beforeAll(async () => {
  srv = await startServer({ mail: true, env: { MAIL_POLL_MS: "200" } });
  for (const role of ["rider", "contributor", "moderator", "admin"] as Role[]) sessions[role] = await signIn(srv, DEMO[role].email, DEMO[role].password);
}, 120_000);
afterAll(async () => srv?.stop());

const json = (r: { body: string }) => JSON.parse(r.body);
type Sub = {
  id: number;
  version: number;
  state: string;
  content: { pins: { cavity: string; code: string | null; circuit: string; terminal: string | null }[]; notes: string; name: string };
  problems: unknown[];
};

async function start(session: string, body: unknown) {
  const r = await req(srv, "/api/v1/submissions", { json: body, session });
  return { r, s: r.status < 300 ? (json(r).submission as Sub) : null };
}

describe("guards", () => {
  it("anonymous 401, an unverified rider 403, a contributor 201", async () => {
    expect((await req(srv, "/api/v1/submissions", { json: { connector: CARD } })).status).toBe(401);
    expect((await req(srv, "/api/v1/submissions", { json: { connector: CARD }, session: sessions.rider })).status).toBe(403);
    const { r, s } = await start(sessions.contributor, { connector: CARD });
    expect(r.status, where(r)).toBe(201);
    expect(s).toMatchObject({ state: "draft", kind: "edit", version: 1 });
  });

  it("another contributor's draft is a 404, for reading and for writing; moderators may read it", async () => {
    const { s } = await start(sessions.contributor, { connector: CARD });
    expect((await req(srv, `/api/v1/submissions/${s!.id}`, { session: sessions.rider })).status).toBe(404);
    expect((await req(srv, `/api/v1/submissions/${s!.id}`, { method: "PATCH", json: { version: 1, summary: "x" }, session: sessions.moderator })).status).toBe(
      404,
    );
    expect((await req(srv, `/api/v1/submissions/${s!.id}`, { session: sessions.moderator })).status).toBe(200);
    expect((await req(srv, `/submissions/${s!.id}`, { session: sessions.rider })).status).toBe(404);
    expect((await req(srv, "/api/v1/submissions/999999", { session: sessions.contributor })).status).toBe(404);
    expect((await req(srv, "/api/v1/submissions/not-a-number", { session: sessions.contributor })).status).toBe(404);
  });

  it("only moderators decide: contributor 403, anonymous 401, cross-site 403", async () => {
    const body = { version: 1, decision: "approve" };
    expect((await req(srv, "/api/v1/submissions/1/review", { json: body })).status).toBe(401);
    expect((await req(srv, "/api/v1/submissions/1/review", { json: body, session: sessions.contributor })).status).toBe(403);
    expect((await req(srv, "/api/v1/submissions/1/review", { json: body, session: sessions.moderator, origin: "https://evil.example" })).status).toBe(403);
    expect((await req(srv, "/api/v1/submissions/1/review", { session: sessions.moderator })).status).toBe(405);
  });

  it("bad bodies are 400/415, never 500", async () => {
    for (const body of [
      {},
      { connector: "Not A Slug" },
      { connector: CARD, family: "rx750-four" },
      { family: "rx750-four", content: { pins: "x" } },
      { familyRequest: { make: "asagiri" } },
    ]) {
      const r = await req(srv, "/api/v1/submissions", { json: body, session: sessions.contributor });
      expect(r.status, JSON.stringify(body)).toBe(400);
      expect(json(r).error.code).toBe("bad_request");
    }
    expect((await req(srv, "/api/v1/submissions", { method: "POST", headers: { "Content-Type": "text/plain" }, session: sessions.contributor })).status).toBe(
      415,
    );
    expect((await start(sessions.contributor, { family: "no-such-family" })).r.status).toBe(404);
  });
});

-------------------------

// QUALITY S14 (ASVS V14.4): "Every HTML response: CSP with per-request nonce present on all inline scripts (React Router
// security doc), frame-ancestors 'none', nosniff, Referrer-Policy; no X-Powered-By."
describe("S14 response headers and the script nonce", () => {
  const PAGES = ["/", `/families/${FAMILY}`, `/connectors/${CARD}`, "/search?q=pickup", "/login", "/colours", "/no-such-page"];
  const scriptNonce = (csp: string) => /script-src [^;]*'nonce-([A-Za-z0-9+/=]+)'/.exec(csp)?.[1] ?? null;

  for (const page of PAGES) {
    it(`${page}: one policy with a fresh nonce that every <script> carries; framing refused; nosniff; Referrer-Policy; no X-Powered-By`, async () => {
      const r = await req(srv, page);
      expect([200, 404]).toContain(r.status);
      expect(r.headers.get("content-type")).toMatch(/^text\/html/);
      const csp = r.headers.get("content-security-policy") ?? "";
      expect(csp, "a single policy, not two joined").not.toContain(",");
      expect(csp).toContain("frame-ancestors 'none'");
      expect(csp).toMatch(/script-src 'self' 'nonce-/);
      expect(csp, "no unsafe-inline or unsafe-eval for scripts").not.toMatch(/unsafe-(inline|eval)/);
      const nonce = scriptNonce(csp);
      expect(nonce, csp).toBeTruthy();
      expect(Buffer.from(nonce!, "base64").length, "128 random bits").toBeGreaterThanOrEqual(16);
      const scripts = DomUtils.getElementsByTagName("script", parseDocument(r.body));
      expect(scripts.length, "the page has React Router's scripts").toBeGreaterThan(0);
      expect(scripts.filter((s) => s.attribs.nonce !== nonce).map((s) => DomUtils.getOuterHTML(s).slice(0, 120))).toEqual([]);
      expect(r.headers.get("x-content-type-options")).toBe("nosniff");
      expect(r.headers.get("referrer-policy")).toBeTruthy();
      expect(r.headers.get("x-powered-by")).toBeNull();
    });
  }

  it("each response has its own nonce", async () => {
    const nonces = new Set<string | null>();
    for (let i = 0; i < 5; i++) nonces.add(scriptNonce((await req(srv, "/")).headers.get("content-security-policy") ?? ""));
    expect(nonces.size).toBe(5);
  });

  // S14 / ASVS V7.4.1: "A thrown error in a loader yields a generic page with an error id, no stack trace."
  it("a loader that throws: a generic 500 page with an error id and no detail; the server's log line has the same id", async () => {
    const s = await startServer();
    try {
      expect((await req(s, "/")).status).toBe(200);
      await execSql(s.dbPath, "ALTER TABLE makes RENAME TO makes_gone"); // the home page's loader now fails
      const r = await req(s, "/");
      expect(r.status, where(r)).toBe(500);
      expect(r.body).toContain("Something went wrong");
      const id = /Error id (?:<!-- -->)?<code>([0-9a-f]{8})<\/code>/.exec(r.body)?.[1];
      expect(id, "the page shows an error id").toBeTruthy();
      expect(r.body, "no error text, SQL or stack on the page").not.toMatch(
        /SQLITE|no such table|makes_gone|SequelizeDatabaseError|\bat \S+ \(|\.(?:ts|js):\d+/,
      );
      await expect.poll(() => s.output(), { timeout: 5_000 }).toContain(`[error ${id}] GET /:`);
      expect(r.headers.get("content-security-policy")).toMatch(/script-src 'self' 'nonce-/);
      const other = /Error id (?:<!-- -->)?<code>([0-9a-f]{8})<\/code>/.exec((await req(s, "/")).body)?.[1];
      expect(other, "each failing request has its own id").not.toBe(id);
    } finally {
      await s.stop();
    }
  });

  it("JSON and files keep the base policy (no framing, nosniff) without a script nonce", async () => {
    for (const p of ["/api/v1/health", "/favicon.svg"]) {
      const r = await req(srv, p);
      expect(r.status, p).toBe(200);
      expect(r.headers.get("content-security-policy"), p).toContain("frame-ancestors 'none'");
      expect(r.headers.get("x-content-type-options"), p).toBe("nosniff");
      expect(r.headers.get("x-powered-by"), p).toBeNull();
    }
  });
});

-------------------------

Problem requirements: Which lines in the data above hold the string "such"? Show each one.

Exercise result:
    expect((await start(sessions.contributor, { family: "no-such-family" })).r.status).toBe(404);
  const PAGES = ["/", `/families/${FAMILY}`, `/connectors/${CARD}`, "/search?q=pickup", "/login", "/colours", "/no-such-page"];
        /SQLITE|no such table|makes_gone|SequelizeDatabaseError|\bat \S+ \(|\.(?:ts|js):\d+/,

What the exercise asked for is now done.